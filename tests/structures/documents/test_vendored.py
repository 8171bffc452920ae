"""What is shipped but not ours: fonts, each as it was published, with its licence."""

import hashlib
import json
from pathlib import Path

import pytest

import structures.documents

ROOT = Path(structures.documents.__file__).parents[1]
FOLDERS = pytest.mark.parametrize("folder", ["documents/fonts", "static/underbund/fonts"])


def listed(folder):
    return json.loads((ROOT / folder / "MANIFEST.json").read_text(encoding="utf-8"))["files"]


@FOLDERS
def test_every_file_is_the_one_in_the_manifest(folder):
    """Oracle: SHA-256 of the files as they came from their package."""
    for entry in listed(folder):
        content = (ROOT / folder / entry["file"]).read_bytes()
        assert hashlib.sha256(content).hexdigest() == entry["sha256"], entry["file"]
        assert entry["name"]
        assert entry["version"]
        assert entry["from"]
        assert entry["licence"] == "SIL Open Font License 1.1"


def test_every_script_is_the_one_in_its_manifest():
    """Oracle: SHA-256 of the files as they came from their package; nothing else lies there."""
    folder = ROOT / "static/underbund/vendor"
    entries = listed("static/underbund/vendor")
    for entry in entries:
        content = (folder / entry["file"]).read_bytes()
        assert hashlib.sha256(content).hexdigest() == entry["sha256"], entry["file"]
        assert all(entry[key] for key in ("name", "version", "licence", "from"))
    there = {path.name for path in folder.iterdir()} - {"MANIFEST.json"}
    assert there == {entry["file"] for entry in entries}


@FOLDERS
def test_nothing_else_lies_beside_it(folder):
    there = {path.name for path in (ROOT / folder).iterdir()} - {"MANIFEST.json"}
    assert there == {entry["file"] for entry in listed(folder)}


@FOLDERS
def test_the_licence_is_there_in_full(folder):
    text = (ROOT / folder / "OFL.txt").read_text(encoding="utf-8")
    assert "SIL OPEN FONT LICENSE Version 1.1" in text
    assert "Copyright 20" in text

=-=-=-=-=

- _EXERCISE OBJECTIVE_
Transcribe every record exactly.

- _TASK RESULT_
filename tests/structures/documents/test_vendored.py
repository 8171bffc452920ae
"""What is shipped but not ours: fonts, each as it was published, with its licence."""

import hashlib
import json
from pathlib import Path

import pytest

import structures.documents

ROOT = Path(structures.documents.__file__).parents[1]
FOLDERS = pytest.mark.parametrize("folder", ["documents/fonts", "static/underbund/fonts"])


def listed(folder):
    return json.loads((ROOT / folder / "MANIFEST.json").read_text(encoding="utf-8"))["files"]


@FOLDERS
def test_every_file_is_the_one_in_the_manifest(folder):
    """Oracle: SHA-256 of the files as they came from their package."""
    for entry in listed(folder):
        content = (ROOT / folder / entry["file"]).read_bytes()
        assert hashlib.sha256(content).hexdigest() == entry["sha256"], entry["file"]
        assert entry["name"]
        assert entry["version"]
        assert entry["from"]
        assert entry["licence"] == "SIL Open Font License 1.1"


def test_every_script_is_the_one_in_its_manifest():
    """Oracle: SHA-256 of the files as they came from their package; nothing else lies there."""
    folder = ROOT / "static/underbund/vendor"
    entries = listed("static/underbund/vendor")
    for entry in entries:
        content = (folder / entry["file"]).read_bytes()
        assert hashlib.sha256(content).hexdigest() == entry["sha256"], entry["file"]
        assert all(entry[key] for key in ("name", "version", "licence", "from"))
    there = {path.name for path in folder.iterdir()} - {"MANIFEST.json"}
    assert there == {entry["file"] for entry in entries}


@FOLDERS
def test_nothing_else_lies_beside_it(folder):
    there = {path.name for path in (ROOT / folder).iterdir()} - {"MANIFEST.json"}
    assert there == {entry["file"] for entry in listed(folder)}


@FOLDERS
def test_the_licence_is_there_in_full(folder):
    text = (ROOT / folder / "OFL.txt").read_text(encoding="utf-8")
    assert "SIL OPEN FONT LICENSE Version 1.1" in text
    assert "Copyright 20" in text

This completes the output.